After recounting the UPF’s trip to the Melbourne Anarchist Club (MAC) and radio station 3CR (the expedition consisted of Blair Cottrell, Chris Shortis, Neil Erikson, Andrew Wallis and Linden Watson), John attends the Open Day the MAC organised in response: ‘There are more hot anarchists than I expected here. Don’t get me wrong, there are also flabby radicals who wouldn’t be able to throw a Molotov cocktail without breaking into a wheeze, but still’ (p.157). LOL. It’s at this point that Mrs Sneer and Mr Snort enter the story.

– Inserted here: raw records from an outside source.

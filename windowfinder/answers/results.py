"""The answer an engineer takes to scale-up, in natural units: the process window.

This module turns the coded-unit result of :mod:`windowfinder.answers.window` into natural units with
units attached, adds the predicted response ranges and the cautions, and says plainly when the models
behind an answer should not be trusted. The trade-off answer, built on the same limits, feasibility and
cautions, is in :mod:`windowfinder.answers.tradeofftable`.
"""

from __future__ import annotations

from dataclasses import asdict, dataclass, field

import numpy as np
import pandas as pd
from scipy.stats import qmc

from windowfinder.errors import InputError
from windowfinder.answers.feasibility import Feasibility
from windowfinder.answers.levelwindow import allowed_combinations, at_levels, merge_ranges, window_boxes
from windowfinder.answers.support import judge_extent, study_folder, support_of
from windowfinder.inputs.constraints import box_range
from windowfinder.inputs.spec import StudySpec

CAUTION_GENERAL = ("A window is a statistical estimate from limited tests, not a safety assessment; "
                   "confirm it with verification runs before relying on it.")
CAUTION_SAFETY = ("Safety limit involved ({names}): settings near it need the site's hazard review and "
                  "process-safety procedures; scale-up changes heat and mass transfer, so confirm with "
                  "verification runs at scale; local codes and a qualified, licensed engineer decide.")


def limits_of(spec: StudySpec) -> list[tuple]:
    """``(response, min, max)`` for every limited response, safety limits first."""
    return [(r.name, r.min, r.max) for r in spec.limited]


def feasibility_of(spec: StudySpec, fit, mean_only: bool = False) -> Feasibility:
    return Feasibility(limits_of(spec), fit.surrogates, fit.X_runs, mean_only=mean_only)


def cautions(spec: StudySpec, fit, untrusted_share: float | None = None,
             mean_only: bool = False) -> list[str]:
    """Plain-language cautions; the safety caution comes first when a safety limit is involved."""
    out = []
    safety = [r.name for r in spec.limited if r.is_safety]
    if safety:
        out.append(CAUTION_SAFETY.format(names=", ".join(safety)))
    out.append(CAUTION_GENERAL)
    for d in fit.diagnostics:
        r = spec.response(d.response)
        if r.has_limits and d.loo_q2 < 0.5:
            out.append(f"The model of {d.response} is poor (LOO Q2 = {d.loo_q2:.2f}): its limit is "
                       "judged mostly by wide uncertainty; add runs before trusting this window.")
        elif r.has_limits and not np.isfinite(d.loo_q2):
            out.append(f"The model of {d.response} could not be checked (leave-one-out Q2 undefined): "
                       "its probabilities are unverified.")
        elif r.has_limits and d.n >= 10 and not 0.8 <= d.coverage95 <= 1.0:
            out.append(f"The 95 % intervals of {d.response} covered {d.coverage95:.0%} of held-out runs: "
                       "its probabilities are miscalibrated.")
    if untrusted_share is not None and untrusted_share > 0:
        out.append(f"{untrusted_share:.0%} of the window is far from every run or too uncertain to "
                   "trust; place verification runs there.")
    if mean_only:
        out.append("Probabilities are for the process mean (--mean), not for each new batch: "
                   "run-to-run scatter can still break a limit.")
    return out


@dataclass
class ProcessWindow:
    """The largest window at the stated confidence, in natural units."""

    found: bool
    confidence: float
    min_probability: float
    factors: list[dict]
    predicted: list[dict]
    cautions: list[str]
    message: str = ""
    worst_point: dict = field(default_factory=dict)
    best_probability: float | None = None
    best_point: dict = field(default_factory=dict)
    set_point: dict | None = None
    untrusted_share: float | None = None
    volume_share: float = 0.0
    mean_only: bool = False
    diagnostics: list[dict] = field(default_factory=list)
    safety: bool = False
    supported: bool = True
    advice: str = ""
    constraints: list[dict] = field(default_factory=list)
    fixed_levels: dict | None = None   # window --level: {categorical factor: level}

    def to_dict(self) -> dict:
        return asdict(self)

    def to_frame(self) -> pd.DataFrame:
        return pd.DataFrame(self.factors)

    def coded_box(self, spec: StudySpec, guard: bool = False):
        """Coded ranges of the window (categorical columns at the first level it names)."""
        return window_boxes(spec, self.factors, guard)[0][:2]


def _point(spec: StudySpec, u) -> dict:
    if u is None:
        return {}
    x = spec.to_natural(np.asarray(u, dtype=float))[0]
    # 12 significant digits: coded -> natural arithmetic leaves 26.000000000000004 on a step grid
    return {f.name: f.label(v) if f.is_categorical else float(f"{v:.12g}") for f, v in zip(spec.factors, x)}


def predicted_ranges(spec: StudySpec, surrogates, lo, hi, seed: int = 0, n: int = 256) -> list[dict]:
    """Range of each response's predicted median, and of its 95 % prediction interval, over a box."""
    d = spec.d
    U = qmc.Sobol(d, scramble=True, seed=seed).random(n)
    corners = np.array(np.meshgrid(*[[0.0, 1.0]] * d)).reshape(d, -1).T if d <= 8 else np.empty((0, d))
    U = lo + np.vstack([U, corners, np.full((1, d), 0.5)]) * (hi - lo)
    out = []
    for r in spec.responses:
        med, lo95, hi95 = surrogates.models[r.name].predict_interval(U, level=0.95, noise=True)
        out.append({"response": r.name, "unit": r.unit, "low": float(np.min(med)),
                    "high": float(np.max(med)), "pi95_low": float(np.min(lo95)),
                    "pi95_high": float(np.max(hi95)), "limit": r.limit_text(), "kind": r.kind})
    return out


def fixed_levels(spec: StudySpec, set_point: dict | None, levels: dict | None) -> dict:
    """``{categorical factor: level}`` fixed by ``levels`` (``--level``) and by a set point's levels.

    A level given both ways must agree: ``--set-point resin=alpha --level resin=beta`` is refused
    (one line) rather than one of them silently winning.
    """
    fixed = dict(levels or {})
    for j in spec.categorical if set_point is not None else []:
        f = spec.factors[j]
        if f.name not in set_point:
            continue
        value = set_point[f.name]
        level = f.levels[f.index_of(value)] if isinstance(value, str) else f.label(value)
        if f.name in fixed and fixed[f.name] != level:
            raise InputError(f"--set-point {f.name}={level} and --level {f.name}={fixed[f.name]} disagree; "
                             f"give the level of '{f.name}' once (in the set point or with --level)")
        fixed[f.name] = level
    return fixed


def build_window(spec: StudySpec, fit, confidence: float | None = None, set_point: dict | None = None,
                 mean_only: bool = False, seed: int | None = None, levels: dict | None = None) -> ProcessWindow:
    """Find the largest window and express it in natural units (see :func:`search_window`).

    ``levels``: ``{categorical factor: level name}`` fixes those factors' levels (``window --level``); a
    set point may name a categorical factor's level too.
    """
    confidence = spec.confidence if confidence is None else float(confidence)
    if not 0.0 < confidence < 1.0:
        raise InputError(f"--confidence {confidence:g}: must lie strictly between 0 and 1, e.g. 0.95")
    seed = spec.seed if seed is None else seed
    sup = support_of(spec, fit, [r.name for r in spec.limited])
    if not sup.supported:
        return ProcessWindow(found=False, confidence=confidence, min_probability=0.0, factors=[],
                             predicted=[], cautions=cautions(spec, fit, None, mean_only),
                             message=sup.message, mean_only=mean_only,
                             diagnostics=[d.to_dict() for d in fit.diagnostics], safety=spec.has_safety,
                             set_point=set_point, supported=False, advice=sup.advice)
    feas = feasibility_of(spec, fit, mean_only)
    fixed = dict(levels or {})
    sp = None
    if set_point is not None:
        missing = [f for f in spec.factor_names if f not in set_point]
        if missing:
            raise InputError(f"--set-point: give every factor (missing: {', '.join(missing)})")
        fixed = fixed_levels(spec, set_point, levels)
        sp = spec.to_coded([spec.factors[j].index_of(fixed[f]) if spec.factors[j].is_categorical
                            else set_point[f] for j, f in enumerate(spec.factor_names)])[0]
        if ((sp < 0) | (sp > 1)).any():
            raise InputError("--set-point: a value lies outside the factor's low..high in study.toml")
    if sp is not None and not spec.linear.feasible(sp)[0]:
        raise InputError("--set-point: it breaks a [[constraint]] in study.toml; choose an allowed set point")
    res = search_window(spec, feas, confidence, sp, seed, combos=allowed_combinations(spec, fixed))
    diags = [d.to_dict() for d in fit.diagnostics]
    common = dict(confidence=confidence, diagnostics=diags, mean_only=mean_only, safety=spec.has_safety,
                  fixed_levels=dict(levels) if levels else None,
                  best_probability=float(res.best_probability) if res.best_probability is not None
                  else None, best_point=_point(spec, res.best_point), set_point=set_point)
    if not res.found:
        common["best_point"], common["best_probability"], note = _settable_best(spec, feas, res)
        msg = (_not_found(spec, res, common["best_point"], common["best_probability"], note)
               + _failure_blocks(spec, feas, confidence, res.best_point, seed))
        return ProcessWindow(found=False, min_probability=float(res.best_probability or 0.0), factors=[],
                             predicted=[], cautions=cautions(spec, fit, None, mean_only),
                             message=msg, **common)
    lo_n, hi_n = spec.to_natural(res.lower)[0], spec.to_natural(res.upper)[0]
    num = spec.numeric
    box = _inward(spec.numeric_part(), lo_n[num], hi_n[num])  # already on the grid: clears float noise
    if box is not None:
        lo_n[num], hi_n[num] = box
    glo_n, ghi_n = guard_band(spec, lo_n, hi_n)
    held = res.levels or [()]
    factors = [{"name": f.name, "levels": sorted({f.levels[c[spec.categorical.index(j)]] for c in held},
                                                 key=f.levels.index)}
               if f.is_categorical else
               {"name": f.name, "unit": f.unit, "low": float(a), "high": float(b),
                "guard_low": float(f"{c:.12g}"), "guard_high": float(f"{e:.12g}"), "tolerance": f.tolerance}
               for j, (f, a, b, c, e) in enumerate(zip(spec.factors, lo_n, hi_n, glo_n, ghi_n))]
    glo, ghi = spec.to_coded(glo_n)[0], spec.to_coded(ghi_n)[0]
    in_guard = glo + qmc.Sobol(spec.d, scramble=True, seed=seed).random(512) * (ghi - glo)
    inside = np.vstack([at_levels(spec, in_guard, c) for c in held])
    fmap = feas.evaluate(inside, max(confidence, 0.5 + 1e-9))
    share = float(fmap.untrusted.mean())
    extent = judge_extent(float(np.mean(fmap.distance > fmap.extrapolation_distance)),
                          fmap.extrapolation_distance, spec.d, len(np.unique(fit.X_runs, axis=0)),
                          study_dir=study_folder(spec))
    if not extent.supported:
        return ProcessWindow(found=False, min_probability=float(res.min_probability), factors=[],
                             predicted=[], cautions=cautions(spec, fit, share, mean_only),
                             message=extent.message, untrusted_share=share, supported=False,
                             advice=extent.advice, **common)
    predicted = merge_ranges([predicted_ranges(spec, fit.surrogates, at_levels(spec, glo, c)[0],
                                                at_levels(spec, ghi, c)[0], seed) for c in held])
    return ProcessWindow(found=True, min_probability=float(res.min_probability), factors=factors,
                         constraints=constraint_margins(spec, glo_n, ghi_n),
                         predicted=predicted,
                         cautions=(cautions(spec, fit, share, mean_only)
                                   + clipped_guard_notes(spec, lo_n, hi_n)), message=res.message,
                         worst_point=_point(spec, res.worst_point), untrusted_share=share,
                         volume_share=float(res.volume), **common)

After criticising John for his (inadvertent) appearance in the UPF’s promotional stunt, Mr Snort registers his displeasure with John’s article on the Golden Dawn and AFP rally in Brisbane in 2014. It’s at this point that the distinction between ‘structural’ and ‘non-structural’ violence is introduced: Mr Snort says far-right violence is a form of ‘structural violence’ (that is, part of State, corporate and systemic violence), and left-wing violence isn’t. And furthermore, my ‘comedic story’ contributed to this ‘structural violence’ by equating the two. For John, this distinction, and its flaws, comes to encapsulate what he considers a worrying trend, both on the left and among some Muslims (the Sufi’s view on the Charlie Hebdo attack), one which tries and fails to escape the ethical dimensions of discussions on the uses of violence and which, in the end, dismisses various examples of anti-Semitism as being trivial and unworthy of a serious response. Thus Mrs Sneer claims that [t]here’s not meaningful anti-Semitism these days … in the way there’s meaningful Islamophobia, and in practice, this distinction merely becomes a way of separating worth from unworthy victims, the Naughty from the Nice.

Or something.

Mrs Sneer and Mr Snort are then unfavourably compared to the arguably more nuanced approach of ‘Ahmet the Turk’, who attended the open day to express solidarity with the MAC. Beefy and bald, he says he’s new to politics but when he saw ‘these people getting attacked for essentially defending Muslims? I thought, You know what? We’ve got to show them some solidarity. We need to tell them, “You are not alone.” Just like how they’ve told us that we’re not alone.’ Ahmet and the Seven Turks then rock up to the Reclaim/UPF/True Blue Crew rally in Melton (pp.169–180), where inter alia they’re photographed with Senator Lee Rhiannon (or at least, that’s what Ralph Cerminara reckoned LOL) but otherwise try and keep the peace. (As an aside, John writes that the reason the rally was held in Melton was in order to protest the fact that the local council had approved the building of a mosque. This is incorrect. Rather, protesters were angry and upset because they claimed, falsely, that Melton Specialist School had planned to re-locate from Coburns Road to the former site of Victoria University’s Melton campus in Rees Road, Melton South, but was forced to abandon the site to make way for the Al Iman College. See : Anti-Muslim rally reveals a racism both shocking and commonplace, Crikey, November 23, 2015.)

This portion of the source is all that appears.